# Question time



## JustLookingWest25 (Aug 23, 2013)

Ok, so a few weeks ago I started a thread about my wife's pattern of infidelity. Other than our child and just the overall raw emotion involved (yes, there has been some hysterical bonding), I no longer have any desire to be with her. She came back from her little cheat-cation and said that she was still in love with me, but flip-flops on still being in love with the exbf that she left me for.

The story:
When we decided for her to go stay with my family in another state for a few weeks to clear our heads (Saturday), I discovered emails to and from this exbf who she has had a few EAs with (cutting it off and starting it back up later) in the past. I then created an online dating profile (Sunday).

A few days later she admitted to me that she was taking our son and moving to Texas (she didn't know for how long) so that she could be with him (Wednesday). She came "home" earlier than planned (Friday) because he wouldn't be able to pick her up for several more weeksif she waited. That night I met this chick while at work. We made out and groped each other a little. I came home in the morning after my shift, and while we were waiting for him to show up, we talked and I told her about the girl. I also told her about making out with and groping a for-various-reasons-ex-friend on our wedding day which was only a couple months after her last EA with this same guy. He arrived and picked her up. She had sex with him that night (Saturday). Two days later she came home (Monday). She has now decided to be pissed off for what I did.

The question:
While I felt and feel bad about the friend on our wedding day, I do not feel bad about the online dating profile or the chick from the night before she left. Should I? Other thoughts?
_Posted via Mobile Device_


----------



## Acabado (May 13, 2012)

Deleted


----------



## Chaparral (Jul 17, 2011)

Why do you care what she thinks?

Why did you let her leave with your child?


----------



## JustLookingWest25 (Aug 23, 2013)

Chaparral said:


> Why do you care what she thinks?
> 
> Why did you let her leave with your child?


As for your first question, in the words of Ben Folds, "She liked to push me, and talk me back down, until I believed I was the crazy one. And in a way, I guess I was." I have severe trauma from everything she has done to me. I am looking for a therapist. So, while I don't care what she thinks, per se, I just want to know if anger has made me irrational and maybe I should feel bad.

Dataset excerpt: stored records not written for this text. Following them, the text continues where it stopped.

"""The look of every figure, described once: sizes, type, ink, colours, caption, how it becomes a file.

Two-sided palette: ochre for less than the global mean, teal for more, white at 1 x. Equal steps of lightness on both sides (built
in the OKLab space of Ottosson 2020), so that it prints in grey by size and is told apart by colour-blind readers by hue and side.
Mass sources: one hue per family (Greenland blue, Antarctica violet, its west magenta, glaciers ochre to green, other grey).
"""

import io
import textwrap
from collections.abc import Sequence
from contextlib import AbstractContextManager
from typing import Any

from matplotlib import rc_context
from matplotlib.backends.backend_agg import FigureCanvasAgg
from matplotlib.colors import LinearSegmentedColormap
from matplotlib.figure import Figure

INK, QUIET, FAINT, PAPER = "#222222", "#6b6b6b", "#d5d3cf", "#ffffff"
LAND, SHELF, SEA = "#ece9e2", "#dde6ea", "#ffffff"
COLUMN, PAGE = 3.5, 7.2  # inches: one column and the full width of a page
TITLE_SIZE, TEXT_SIZE, SMALL_SIZE = 10.0, 8.0, 6.5
_CHARACTERS = 20.5  # of small print an inch
_FOOT, _LINE = 0.05, 1.25  # of small print: inches from the edge, distance of lines

_LESS = ("#704000", "#925f18", "#b28146", "#cda67a", "#e3cdb5")
_MORE = ("#b3d9db", "#72bdc0", "#2d9ea3", "#007d84", "#005d63")
RATIO_COLOURS = LinearSegmentedColormap.from_list("less_or_more", [*_LESS, "#f5f5f5", *_MORE])

_FAMILIES = {
    "greenland": ("#1f5a8c", "#5b93c7", "#9cc3e6", "#2f7bb5", "#7fb0da", "#134468", "#b9d6ee"),
    "west_antarctica": ("#8c2f62", "#c0679a", "#e2abcb", "#a64a7d", "#d48ab3"),
    "antarctic": ("#5a3d8c", "#9077c0", "#c3b3e2", "#74559f", "#aa93d3", "#402a68", "#d8cdee"),
    "glaciers": ("#8a5a12", "#c28f3d", "#e0bf85", "#5f7f2e", "#93b05c", "#c2d59a", "#a8442f", "#d98a70", "#6d3b1f"),
    "": ("#4d4d4d", "#8c8c8c", "#bfbfbf", "#2e6f66", "#79b5ab"),
}
_STYLE: dict[Any, Any] = {
    "font.family": "DejaVu Sans",
    "font.size": TEXT_SIZE,
    "axes.titlesize": TITLE_SIZE,
    "axes.titlelocation": "left",
    "axes.edgecolor": QUIET,
    "axes.linewidth": 0.6,
    "axes.labelcolor": INK,
    "axes.spines.top": False,
    "axes.spines.right": False,
    "xtick.color": QUIET,
    "ytick.color": QUIET,
    "xtick.labelcolor": INK,
    "ytick.labelcolor": INK,
    "text.color": INK,
    "text.parse_math": False,  # a dollar sign in a name is a dollar sign
    "legend.frameon": False,
    "hatch.linewidth": 0.4,
    "svg.fonttype": "none",
    "svg.hashsalt": "massfingerprint",
    "pdf.fonttype": 3,
    "pdf.compression": 2,  # three times as fast as the usual 6, files a few per cent larger
}
FORMATS = ("png", "pdf", "svg")


def style() -> AbstractContextManager[None]:
    """Context in which figures are drawn: the look, whatever the user's own matplotlib settings."""
    return rc_context(_STYLE)


def new_figure(width: float, height: float) -> Figure:
    """Empty figure of a size in inches, on white, not registered with any window system."""
    figure = Figure(figsize=(width, height), facecolor=PAPER)
    FigureCanvasAgg(figure)
    return figure


def source_colours(sources: Sequence[str]) -> dict[str, str]:
    """Colour of each mass source; the family is read from the name, further members go round the family's shades."""
    taken = dict.fromkeys(_FAMILIES, 0)
    out = {}
    for source in sources:
        family = next(word for word in _FAMILIES if word in source.casefold())
        shades = _FAMILIES[family]
        out[source] = shades[taken[family] % len(shades)]
        taken[family] += 1
    return out


def caption(figure: Figure, text: str, *, left: float = 0.02) -> None:
    """Small print at the foot of a figure, wrapped to its width; ``left`` is the margin as a share of the width."""
    figure.text(
        left,
        _FOOT / float(figure.get_figheight()),
        "\n".join(_wrapped(text, float(figure.get_figwidth()), left)),
        fontsize=SMALL_SIZE,
        color=QUIET,
        va="bottom",
        ha="left",
        linespacing=_LINE,
    )


def caption_height(text: str, *, width: float = PAGE, left: float = 0.02) -> float:
    """Inches from the foot of a figure of a width to the top of its caption."""
    return _FOOT + len(_wrapped(text, width, left)) * _LINE * SMALL_SIZE / 72.0


def _wrapped(text: str, width: float, left: float) -> list[str]:
    return textwrap.wrap(text, int(_CHARACTERS * width * (1.0 - 2.0 * left)))


def file_content(figure: Figure, kind: str, *, dpi: int = 150) -> bytes:
    """Bytes of a figure as ``png``, ``pdf`` or ``svg``; the same figure gives the same bytes, no date inside.

    Parameters
    ----------
    figure : Figure
        Drawn within :func:`style`.
    kind : str
        One of ``FORMATS``.
    dpi : int
        Dots per inch of a PNG and of rasterised parts.
    """
    nothing = {"png": {"Software": None}, "pdf": {"CreationDate": None, "Creator": None}, "svg": {"Date": None}}
    buffer = io.BytesIO()
    with style():
        more: dict[str, Any] = {"pil_kwargs": {"compress_level": 3}} if kind == "png" else {}  # as for PDF
        figure.savefig(buffer, format=kind, dpi=dpi, metadata=nothing[kind], **more)
    return buffer.getvalue()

As for the second, I didn't want her to. But he's under ten-months, we live in another state from our families (neither of whom know about her "lost time"), and since I work nights I wouldn't have been able to take care of him. It killed me, but I had no better option.
_Posted via Mobile Device_


----------



## Chaparral (Jul 17, 2011)

JustLookingWest25 said:


> As for your first question, in the words of Ben Folds, "She liked to push me, and talk me back down, until I believed I was the crazy one. And in a way, I guess I was." I have severe trauma from everything she has done to me. I am looking for a therapist. So, while I don't care what she thinks, per se, I just want to know if anger has made me irrational and maybe I should feel bad.
> 
> As for the second, I didn't want her to. But he's under ten-months, we live in another state from our families (neither of whom know about her "lost time"), and since I work nights I wouldn't have been able to take care of him. It killed me, but I had no better option.
> _Posted via Mobile Device_


I think if you check with an attorney,.you can force her to bring your child back. In a divorcing situation, one parent can't just run off with the kids.

Try dasdsdivorce.com


----------



## JustLookingWest25 (Aug 23, 2013)

She already came back. And given my situation, even if I could have by some miracle afforded a lawyer, I still would not have been able to take care of him.
_Posted via Mobile Device_


----------



## MattMatt (May 19, 2012)

JustLookingWest25 said:


> She already came back. And given my situation, even if I could have by some miracle afforded a lawyer, I still would not have been able to take care of him.
> _Posted via Mobile Device_


Wow. You are in a rare old pickle, right enough.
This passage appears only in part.